Input:

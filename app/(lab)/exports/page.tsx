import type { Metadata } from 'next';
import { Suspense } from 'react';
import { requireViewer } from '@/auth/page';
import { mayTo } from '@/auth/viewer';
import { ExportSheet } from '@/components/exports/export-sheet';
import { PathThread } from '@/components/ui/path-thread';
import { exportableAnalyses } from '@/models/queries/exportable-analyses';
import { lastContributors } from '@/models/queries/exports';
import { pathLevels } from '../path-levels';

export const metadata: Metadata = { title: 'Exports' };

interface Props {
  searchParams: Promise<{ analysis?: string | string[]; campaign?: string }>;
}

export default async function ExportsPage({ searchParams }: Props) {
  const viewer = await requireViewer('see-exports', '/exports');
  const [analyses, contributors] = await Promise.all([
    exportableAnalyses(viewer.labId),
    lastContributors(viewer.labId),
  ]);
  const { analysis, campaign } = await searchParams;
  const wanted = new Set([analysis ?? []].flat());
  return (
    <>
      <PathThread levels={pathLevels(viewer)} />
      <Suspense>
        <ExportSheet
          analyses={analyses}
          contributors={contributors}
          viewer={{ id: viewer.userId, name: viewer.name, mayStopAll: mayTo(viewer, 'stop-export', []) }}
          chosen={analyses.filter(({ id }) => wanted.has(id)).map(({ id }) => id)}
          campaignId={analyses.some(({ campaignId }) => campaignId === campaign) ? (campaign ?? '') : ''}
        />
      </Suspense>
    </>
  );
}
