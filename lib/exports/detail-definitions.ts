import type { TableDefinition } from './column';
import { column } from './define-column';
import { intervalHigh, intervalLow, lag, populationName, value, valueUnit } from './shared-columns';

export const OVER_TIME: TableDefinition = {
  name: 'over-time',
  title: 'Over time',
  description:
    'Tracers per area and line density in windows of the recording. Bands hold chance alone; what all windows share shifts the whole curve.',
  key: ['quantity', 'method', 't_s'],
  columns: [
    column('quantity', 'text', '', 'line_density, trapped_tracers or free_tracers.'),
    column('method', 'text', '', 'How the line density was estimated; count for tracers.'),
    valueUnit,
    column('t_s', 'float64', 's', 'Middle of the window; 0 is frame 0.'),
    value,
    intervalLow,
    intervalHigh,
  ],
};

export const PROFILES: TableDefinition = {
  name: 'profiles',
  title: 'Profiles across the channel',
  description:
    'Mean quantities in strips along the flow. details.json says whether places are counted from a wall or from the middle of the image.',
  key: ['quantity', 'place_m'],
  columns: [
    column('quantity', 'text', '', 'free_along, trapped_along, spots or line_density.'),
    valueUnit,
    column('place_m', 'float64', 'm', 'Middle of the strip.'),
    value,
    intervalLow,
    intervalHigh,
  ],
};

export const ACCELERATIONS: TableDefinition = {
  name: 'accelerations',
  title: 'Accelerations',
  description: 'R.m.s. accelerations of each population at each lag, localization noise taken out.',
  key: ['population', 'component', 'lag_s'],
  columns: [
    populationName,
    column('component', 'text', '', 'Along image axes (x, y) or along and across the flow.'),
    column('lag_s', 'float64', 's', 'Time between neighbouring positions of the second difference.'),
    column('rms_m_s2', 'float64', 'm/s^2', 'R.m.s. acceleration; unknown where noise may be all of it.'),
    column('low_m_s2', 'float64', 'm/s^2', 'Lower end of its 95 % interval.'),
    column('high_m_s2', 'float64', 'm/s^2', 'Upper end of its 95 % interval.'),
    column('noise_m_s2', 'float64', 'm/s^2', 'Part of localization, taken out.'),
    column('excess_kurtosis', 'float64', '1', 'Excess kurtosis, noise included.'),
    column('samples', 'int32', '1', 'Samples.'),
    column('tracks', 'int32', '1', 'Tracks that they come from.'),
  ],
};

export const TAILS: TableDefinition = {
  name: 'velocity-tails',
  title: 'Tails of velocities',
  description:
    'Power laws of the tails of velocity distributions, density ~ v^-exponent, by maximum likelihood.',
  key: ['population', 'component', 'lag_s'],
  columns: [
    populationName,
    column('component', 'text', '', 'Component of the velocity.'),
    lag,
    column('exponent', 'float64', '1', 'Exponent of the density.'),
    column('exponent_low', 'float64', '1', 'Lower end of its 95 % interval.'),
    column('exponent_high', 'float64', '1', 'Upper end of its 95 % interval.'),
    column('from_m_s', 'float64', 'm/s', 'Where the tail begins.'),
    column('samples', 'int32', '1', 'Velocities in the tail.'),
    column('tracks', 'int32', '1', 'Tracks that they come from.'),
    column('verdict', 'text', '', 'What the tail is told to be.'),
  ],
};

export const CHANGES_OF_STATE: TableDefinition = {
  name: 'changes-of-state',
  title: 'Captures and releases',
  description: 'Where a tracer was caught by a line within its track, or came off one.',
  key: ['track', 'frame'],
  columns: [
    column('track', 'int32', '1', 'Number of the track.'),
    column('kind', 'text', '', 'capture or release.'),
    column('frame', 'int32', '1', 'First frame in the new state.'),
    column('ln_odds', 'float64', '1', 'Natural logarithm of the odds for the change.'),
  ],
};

Problem details:
For the word "method", go through the records and show each line that carries it.

Your response:
  key: ['quantity', 'method', 't_s'],
    column('method', 'text', '', 'How the line density was estimated; count for tracers.'),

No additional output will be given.